[[ Source material, beginning ]]

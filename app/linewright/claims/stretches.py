"""The log-likelihood of a mixture by stretches of the spectrum: what they disagree on is uncertain."""

from __future__ import annotations

import numpy as np

STRETCHES = 12  # of equally many features


def by_stretch(feature_wave, entry_wave, seen, expected):
    """Parts (STRETCHES,) of the log-likelihood, by wavelength.

    feature_wave, seen: (f,) Angstrom and ln density of each feature; entry_wave, expected:
    (n,) Angstrom and number of features that each entry was expected to make.
    """
    if len(feature_wave) == 0:
        return np.zeros(STRETCHES)
    edges = np.quantile(feature_wave, np.arange(1, STRETCHES) / STRETCHES)
    mine = np.bincount(np.searchsorted(edges, feature_wave), seen, STRETCHES)
    return mine - np.bincount(np.searchsorted(edges, entry_wave), expected, STRETCHES)
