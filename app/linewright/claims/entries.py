"""Predicted lines of every velocity component, flattened for the mixture engine."""

from __future__ import annotations

from dataclasses import dataclass, fields

import numpy as np

ABSORPTION, EMISSION = 1, -1
MIN_RESOLUTION = 0.04  # Angstrom; lines closer than this are one feature in any spectrum
RESOLUTION_SHARE = 0.45  # of the FWHM: lines closer than this are one feature
LN10 = np.log(10.0)
SHARE_EXPONENT = 1.1  # softens predicted opacities, whose log scatter is 0.2 to 0.3 dex
PROBIT = 1.702  # the logistic curve of this times x is within 0.01 of the normal integral


@dataclass(frozen=True, eq=False)
class Entries:
    """Predicted lines in the spectrum's frame, sorted by ``wave``; arrays of length n.

    wave: vacuum Angstrom where the line is expected; error: its one sigma, Angstrom
    strength: log10 predicted strength, each population on a zero point of its own
    population: index of the strength model (see populations.py)
    sign: +1 absorption, -1 emission
    species: index of the (population, species) pair for strength offsets
    component: index of the velocity component; row: catalogue row
    segment: of the spectrum; a line in overlapping segments has an entry in each
    """

    wave: np.ndarray
    error: np.ndarray
    strength: np.ndarray
    population: np.ndarray
    sign: np.ndarray
    species: np.ndarray
    component: np.ndarray
    row: np.ndarray
    segment: np.ndarray

    def __len__(self) -> int:
        return len(self.wave)

    def take(self, which) -> "Entries":
        return Entries(**{f.name: getattr(self, f.name)[which] for f in fields(self)})


def join(parts: list[Entries]) -> Entries:
    """One table out of several, sorted by wavelength (stable, so deterministic)."""
    columns = {f.name: np.concatenate([getattr(p, f.name) for p in parts]) for f in fields(Entries)}
    order = np.argsort(columns["wave"], kind="stable")
    return Entries(**{name: column[order] for name, column in columns.items()})


@dataclass(frozen=True, eq=False)
class Groups:
    """What stands within one resolution element of each entry (same population).

    share: of the softened predicted strength, 0-1
    first: chance that the entry is the strongest, by the errors of the strengths
    lead: share of the strength if the entry is the main line, at least as strong as any other
    total: log10 of the summed strength; centroid: strength-weighted wavelength, Angstrom
    """

    share: np.ndarray
    first: np.ndarray
    lead: np.ndarray
    total: np.ndarray
    centroid: np.ndarray


def group_half_width(fwhm):
    """Half width (Angstrom) within which lines make one feature, from the FWHM."""
    return np.maximum(MIN_RESOLUTION, RESOLUTION_SHARE * np.asarray(fwhm, dtype=float))


def group(wave, strength, population, half_width) -> Groups:
    """Shares, totals and centroids of lines closer than ``half_width`` (Angstrom, per entry).

    All arrays of shape (n,), ``wave`` ascending. Only lines of one population share: the
    strengths of different ones stand on different scales, and they compete as rivals.
    """
    return Neighbourhood(wave, population, half_width).groups(np.asarray(strength, dtype=float))


class Couples:
    """Every line of a crowd with every other of its resolution element: which is the main one?

    Of two lines d apart, with an error s of the difference, the first is stronger with the
    chance Phi(d/s) (elementary, for normal errors). Phi is taken as a logistic curve, whose
    heavier tails suit log gf gone wrong; of several lines each has a chance in proportion to
    its odds against the strongest.
    """

    def __init__(self, rows, crowd, first, last):
        """rows: (n,) entries; crowd: (c,) rows with neighbours rows[first:last]."""
        size = last - first
        self.start = np.cumsum(size) - size
        self.owner = np.repeat(np.arange(len(crowd)), size)
        self.near = rows[np.arange(len(self.owner)) - (self.start - first)[self.owner]]
        self.lines = rows[crowd]
        self.own = np.nonzero(self.near == self.lines[self.owner])[0]

    def first(self, strength, error):
        """Chance (c,) of the lines to be the strongest, from strengths and errors (n,), dex."""
        if len(self.lines) == 0:
            return np.zeros(0)
        near, variance = strength[self.near], error[self.near] ** 2
        behind = np.maximum.reduceat(near, self.start)[self.owner] - near
        strongest = np.nonzero(behind == 0.0)[0]
        beside = np.zeros(len(self.lines))
        beside[self.owner[strongest]] = variance[strongest]
        odds = np.exp(-PROBIT * behind / np.sqrt(variance + beside[self.owner]))
        return odds[self.own] / np.add.reduceat(odds, self.start)


class Neighbourhood:
    """Which lines stand within one resolution element of each other: found once, used at
    every change of the strengths. Arguments as of ``group``; judged: populations whose
    strengths have errors of their own, others have the usual one of SHARE_EXPONENT."""

    def __init__(self, wave, population, half_width, judged=()):
        self.wave = np.asarray(wave, dtype=float)
        self.blocks, self.couples = [], []
        for kind in np.unique(population):
            rows = np.nonzero(population == kind)[0]
            w, half = self.wave[rows], half_width[rows]
            first = np.searchsorted(w, w - half, side="left")
            last = np.searchsorted(w, w + half, side="right")
            crowd = np.nonzero(last - first > 1)[0]
            self.blocks.append((rows, crowd, first[crowd], last[crowd], half[crowd]))
            if kind in judged:
                self.couples.append(Couples(rows, crowd, first[crowd], last[crowd]))

    def groups(self, strength, error=None) -> Groups:
        """Groups at strengths (n,), log10; error: (n,) theirs, dex."""
        ones = [np.ones(len(self.wave)) for _ in range(3)]
        out = Groups(*ones, strength.copy(), self.wave.copy())
        for block in self.blocks:
            if len(block[1]):
                self._fill(out, strength, block)
        for couples in self.couples if error is not None else ():
            out.first[couples.lines] = couples.first(strength, error)
        return out

    def regrouped(self, before: Groups, strength, moved, error):
        """(groups, changed): ``before`` with the groups of entries that moved made anew, and the
        entries whose group that changed.

        strength, error: (n,) log10, dex; moved: (n,) bool, where one is no longer what
        ``before`` was made of
        """
        out = Groups(*(np.array(column) for column in vars(before).values()))
        changed = np.array(moved)
        out.total[moved] = strength[moved]
        for rows, crowd, first, last, half in self.blocks:
            near = _window(moved[rows].astype(float), first, last) > 0
            if np.any(near):
                self._fill(out, strength, (rows, crowd[near], first[near], last[near], half[near]))
                changed[rows[crowd[near]]] = True
        for couples in self.couples:
            which = changed[couples.lines]
            out.first[couples.lines[which]] = couples.first(strength, error)[which]
        return out, changed

    def _fill(self, out: Groups, strength, block) -> None:
        rows, crowd, first, last, half = block
        w, here = self.wave[rows], strength[rows]
        top = float(np.max(here))
        linear = np.exp(LN10 * (here - top))
        soft = np.exp((LN10 * SHARE_EXPONENT) * (here - top))
        soft_sum = _window(soft, first, last)
        lin_sum = np.maximum(_window(linear, first, last), linear[crowd])
        moment = _window(linear * (w - w[0]), first, last)
        chosen, place = rows[crowd], w[crowd]
        out.share[chosen] = np.clip(soft[crowd] / np.maximum(soft_sum, soft[crowd]), 0.0, 1.0)
        out.first[chosen] = out.share[chosen]
        out.total[chosen] = top + np.log10(lin_sum)
        raised = _largest(linear, first, last)
        out.lead[chosen] = raised / (np.maximum(lin_sum - linear[crowd], 0.0) + raised)
        out.centroid[chosen] = np.clip(w[0] + moment / lin_sum, place - half, place + half)


def _largest(values, first, last):
    """Largest of values[first:last] per row."""
    bounds = np.column_stack((first, last)).ravel()
    return np.maximum.reduceat(np.append(values, -np.inf), bounds)[::2]


def _window(values, first, last):
    """Sums of values[first:last] per row."""
    summed = np.concatenate(([0.0], np.cumsum(values)))
    return summed[last] - summed[first]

[[ Source material, end ]]

§ **What is expected**
Look above for the line with "log-likelihood, by wavelength."; retype exactly that line, every line after it up to the line with "return np.zeros(STRETCHES)", and that line too, nothing else.

§ **Output below**
    """Parts (STRETCHES,) of the log-likelihood, by wavelength.

    feature_wave, seen: (f,) Angstrom and ln density of each feature; entry_wave, expected:
    (n,) Angstrom and number of features that each entry was expected to make.
    """
    if len(feature_wave) == 0:
        return np.zeros(STRETCHES)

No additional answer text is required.